WHAT TO DO
Every line in the records below that holds "where" must be identified and copied.

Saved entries

◇ ◇ ◇ ◇ ◇

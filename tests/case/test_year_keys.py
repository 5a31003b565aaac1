"""The keys of [year], [emissions] and [options]: what is held and assumed, and what keys say against each other."""

import datetime

import pytest

from retrofit.case import meaning, quantity

PLANT = """\
[plant]
refrigerant = "R404A"
[duty]
cooling = "120 kW"
evaporating = "-8 degC"
condensing = "42 degC"
[compare]
candidates = ["R448A", "R1234ze(E)"]
"""
EXCHANGERS = """\
[evaporator]
inlet = "2 degC"
outlet = "-3 degC"
arrangement = "crossflow"
[condenser]
inlet = "32 degC"
outlet = "38 degC"
arrangement = "crossflow"
"""
BINS = 'bins = [["2 degC", 4000], ["12 degC", 4760]]\n'
START = PLANT + EXCHANGERS + "[year]\n" + BINS
LOADS = 'peak_at = "30 degC"\nbase_load = "60 kW"\nbase_at = "5 degC"\n'


def test_a_year_as_written(case):
    """Every key is held in SI: powers, temperatures, shares, hours, and the energy of the meter."""
    year = case(
        START + LOADS + 'day_from = 7\nday_to = 21\nnight_load = "70 %"\ndefrost_power = "2 kW"\n'
        'lowest_condensing = "25 degC"\nmetered = "300000 kWh"\nevaporator_fans = "5 hp"\n'
    ).year

    assert year.bins[0] == (275.15, 4000.0, None)
    assert (year.peak_load_W, year.peak_at_K, year.base_load_W, year.base_at_K) == (None, 303.15, 60_000.0, 278.15)
    assert (year.day_from, year.day_to, year.night_load) == (7.0, 21.0, pytest.approx(0.7))
    assert year.evaporator_fans_W == pytest.approx(5 * 745.6999)  # horsepower: NIST SP 811
    assert year.metered_J == pytest.approx(1.08e12)  # 1 kWh is 3.6 MJ
    assert year.lowest_condensing_K == 298.15


def test_what_a_year_assumes_is_told(case):
    """Only what takes part in the calculation stands among the assumptions."""
    told = {default.key: default.shown_text for default in case(START).defaults if default.key.startswith("year.")}

    assert told == {
        "year.condenser_follows": "dry bulb",
        "year.condenser_approach": "0 K",
        "year.evaporator_follows": "constant",
        "year.serves": "cooling",
    }
    more = case(START + 'defrost_power = "2 kW"\nevaporator_follows = "dry bulb"\n').defaults
    assert {"year.defrost_to_load", "year.evaporator_approach"} <= {default.key for default in more}


@pytest.mark.parametrize(
    ("text", "key", "words"),
    [
        (PLANT + EXCHANGERS + "[year]\n", "year", "nothing says how warm it is; add one of weather, bins or climate"),
        (START + 'climate = {mean = "9 degC", yearly_swing = "8 K"}', "year.climate", "bins and climate all say"),
        (START + 'weather = "coast.csv"', "year.bins", "weather and bins all say how warm it is; keep one"),
        (START.replace("4760", "4759"), "year.bins", "8759 hours and a year has 8760: 1 are missing"),
        (START.replace("4760", "4761"), "year.bins", "1 are too many"),
        (START.replace("12 degC", "2 degC"), "year.bins[2]", '"2 degC" is in the list twice; add up its hours'),
        (START.replace('"2 degC", 4000', '"2 degC"'), "year.bins[1]", "a temperature and its hours"),
        (START.replace('"2 degC", 4000', '"2 K", 4000'), "year.bins[1]", "-60 degC to 60 degC"),
        (START.replace('"2 degC", 4000', '"2 degC", -4'), "year.bins[1]", "a year has 8760 hours"),
        (START + 'condenser_follows = "wet bulb"', "year.condenser_follows", "bins and a climate have no wet bulb"),
        (START + 'evaporator_follows = "water"', "year.evaporator_follows", "weather file with the column water"),
        (START + 'condenser_follows = "drybulb"', "year.condenser_follows", 'did you mean "dry bulb"'),
        (START + 'peak_at = "30 degC"', "year.peak_at", "add base_load and base_at to [year]"),
        (START + 'base_load = "60 kW"', "year.base_load", "add peak_at and base_at to [year]"),
        (START + LOADS.replace("30 degC", "5 degC"), "year.peak_at", "is base_at too; the load changes between"),
        (START + LOADS + 'peak_load = "59 kW"', "year.base_load", '"60 kW" is above peak_load "59 kW"'),
        (START + LOADS.replace("60 kW", "121 kW"), "year.base_load", 'above the peak, duty.cooling "120 kW"'),
        (START + "day_from = 7", "year.day_from", "add day_to and night_load to [year]"),
        (START + "night_load = 0.7", "year.night_load", "add day_from and day_to to [year]"),
        (START + "day_from = 7\nday_to = 7\nnight_load = 0.7", "year.day_from", "has no night"),
        (START + "day_from = 25\nday_to = 7\nnight_load = 0.7", "year.day_from", "0 to 24"),
        (START + 'day_from = 7\nday_to = 21\nnight_load = "120 %"', "year.night_load", "0 % to 100 %"),
        (START + 'serves = "heating"', "year.serves", "add peak_load, the largest heat of the year"),
        (START + 'evaporator_approach = "-3 K"', "year.evaporator_approach", "evaporator_follows is constant"),
        (START + 'metered = "300000"', "year.metered", "has no unit"),
        (START + 'metered = "300000 kW"', "year.metered", "a power, but an energy is needed"),
        (START + 'peak_laod = "60 kW"', "year.peak_laod", 'did you mean "peak_load"'),
        (PLANT + "[year]\n" + BINS, "year", "add [evaporator] and [condenser] with inlet, outlet and arrangement"),
        (START.replace("[condenser]", "[lines.x]"), "year", "add [condenser] with inlet"),
        (
            PLANT + EXCHANGERS + '[year.climate]\nmean = "9 degC"',
            "year.climate.yearly_swing",
            "is missing; add yearly_swing to [year.climate]",
        ),
        (START + "[year.climate]\nmeen = 1", "year.climate.meen", 'did you mean "mean"'),
        (START + '[emissions]\ngwp_edition = "AR7"', "emissions.gwp_edition", '"AR4", "AR5" or "AR6"'),
        (START + '[emissions]\ngrid_factor = "0.35 kg"', "emissions.grid_factor", "a grid factor is needed"),
        (
            START + '[emissions]\nleak_log = [["2026-03-01", "18 kg"], ["2025-03-01", "20 kg"]]',
            "emissions.leak_log[2]",
            "is not after the one before",
        ),
        (
            START + '[emissions]\nleak_log = [["2026-03-01", "18 kg"], ["2026-03-01", "20 kg"]]',
            "emissions.leak_log[2]",
            "is not after the one before",
        ),
        (START + '[emissions]\nleak_log = [["2026-03-01", "18 kg"]]', "emissions.leak_log", "the list has 1 items"),
        (
            START + '[emissions]\nleak_rate = "15 %"\nleak_log = [["2025-03-01", "18 kg"], ["2026-03-01", "20 kg"]]',
            "emissions.leak_rate",
            "leak_log is given too; the log gives the rate",
        ),
        (
            START + '[emissions]\ngrid_years = [[2030, "0.3 kg/kWh"], [2030, "0.2 kg/kWh"]]',
            "emissions.grid_years[2]",
            "the list rises",
        ),
    ],
)
def test_a_wrong_key_of_a_year_is_refused(complaints, text, key, words):
    """Each is named with its key, and says what is allowed or what to add."""
    found = [said for _, where, said in complaints(text + "\n") if where == key]

    assert len(found) == 1, found
    assert words in found[0]


def test_hours_of_bins_may_be_rounded(case):
    """Half an hour more or less is rounding."""
    assert case(START.replace("4760", "4760.5")).weather.hours.sum() == 8760.5


def test_a_plant_that_heats_may_have_a_base_above_its_cooling(case):
    """Its load is heat, so that the duty says nothing about it."""
    heats = case(START + LOADS.replace("60 kW", "130 kW") + 'serves = "heating"\npeak_load = "160 kW"\n').year

    assert (heats.base_load_W, heats.peak_load_W) == (130_000.0, 160_000.0)


def test_emissions_as_written(case):
    """A log of days and masses, a grid by years; what is left out is told with its reason."""
    read = case(
        START
        + '[emissions]\nleak_log = [[2025-03-02, "18 kg"], ["2026-03-01", "20 kg"]]\ngrid_factor = "350 g/kWh"\n'
        + 'grid_years = [[2027, "0.30 kg/kWh"], [2030, "0.20 t/MWh"]]\n'
    )

    assert read.emissions.leak_log[0] == (datetime.date(2025, 3, 2), 18.0)
    assert read.emissions.grid_factor_kg_per_J == pytest.approx(0.35 / 3.6e6)
    assert [year for year, _ in read.emissions.grid_years] == [2027, 2030]
    told = {default.key for default in read.defaults if default.key.startswith("emissions.")}
    assert told == {f"emissions.{name}" for name in ("gwp_edition", "recovery_at_end", "lost_at_change", "old_charge")}
    assert all(default.why for default in read.defaults)


def test_options_are_found_by_any_spelling_of_their_refrigerant(case):
    """Today's refrigerant and candidates have options; the list of inputs knows what their keys mean."""
    read = case(START + '[options.r-404a]\nleak_rate = "5 %"\n["options"."R1234ze(E)"]\nnew_plant = [1, 2, 3]\n')

    assert set(read.options.by_refrigerant) == {"R404A", "R1234ze(E)"}
    assert read.options.by_refrigerant["R1234ze(E)"].new_plant == (1.0, 2.0, 3.0)
    assert quantity(read, "options.r-404a.leak_rate") == ("fraction", pytest.approx(0.05))
    assert meaning("options.r-404a.leak_rate") == "Share of the charge lost in a year with this option."


@pytest.mark.parametrize(
    ("text", "key", "words"),
    [
        ("[options.R449A]", "options.R449A", "R-449A is neither in the plant nor a candidate"),
        ("[options.R449]", "options.R449", "is not in the catalogue, did you mean"),
        ("[options.R448A]\n[options.r-448a]", "options.r-448a", 'twice, here and as "R448A"; keep one'),
        ('[options]\nR448A = "x"', "options.R448A", "a text stands where a table is needed; begin it with [options.R4"),
        ("[options.R448A]\nlabur = 3", "options.R448A.labur", 'in [options.R448A], did you mean "labour"'),
        ("[options.R448A]\nlabour = [3, 2, 1]", "options.R448A.labour", "do not rise; write low, base and high"),
        ("[options.R448A]\nseasonal_cop = 0", "options.R448A.seasonal_cop", "0.2 to 30"),
        ("options = 5", "options", "a number stands where a table is needed"),
    ],
)
def test_a_wrong_option_is_refused(complaints, text, key, words):
    """An option of no refrigerant of the case, given twice, or with a key or value that there is not."""
    whole = f"{text}\n{PLANT}" if "=" in text.partition("\n")[0] else f"{PLANT}{text}\n"
    found = [said for _, where, said in complaints(whole) if where == key]

    assert len(found) == 1, found
    assert words in found[0]


def test_bins_may_tell_day_and_night_apart(case, complaints):
    """Three numbers are a temperature and its hours by day and by night; then every bin has three."""
    apart = START.replace(BINS, 'bins = [["2 degC", 1000, 3000], ["12 degC", 2760, 2000]]\n') + LOADS
    mixed = START.replace(BINS, 'bins = [["2 degC", 1000, 3000], ["12 degC", 4760]]\n') + LOADS

    assert case(apart).year.bins[0] == (275.15, 4000.0, 3000.0)
    assert list(case(apart).weather.night_hours) == [3000.0, 2000.0]
    assert [text for _, key, text in complaints(mixed) if key == "year.bins"] == [
        "some bins tell day and night apart and others do not; write all of them alike"
    ]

◇ ◇ ◇ ◇ ◇

EXERCISE SOLUTION
    found = [said for _, where, said in complaints(text + "\n") if where == key]
        ('[options]\nR448A = "x"', "options.R448A", "a text stands where a table is needed; begin it with [options.R4"),
        ("options = 5", "options", "a number stands where a table is needed"),
    found = [said for _, where, said in complaints(whole) if where == key]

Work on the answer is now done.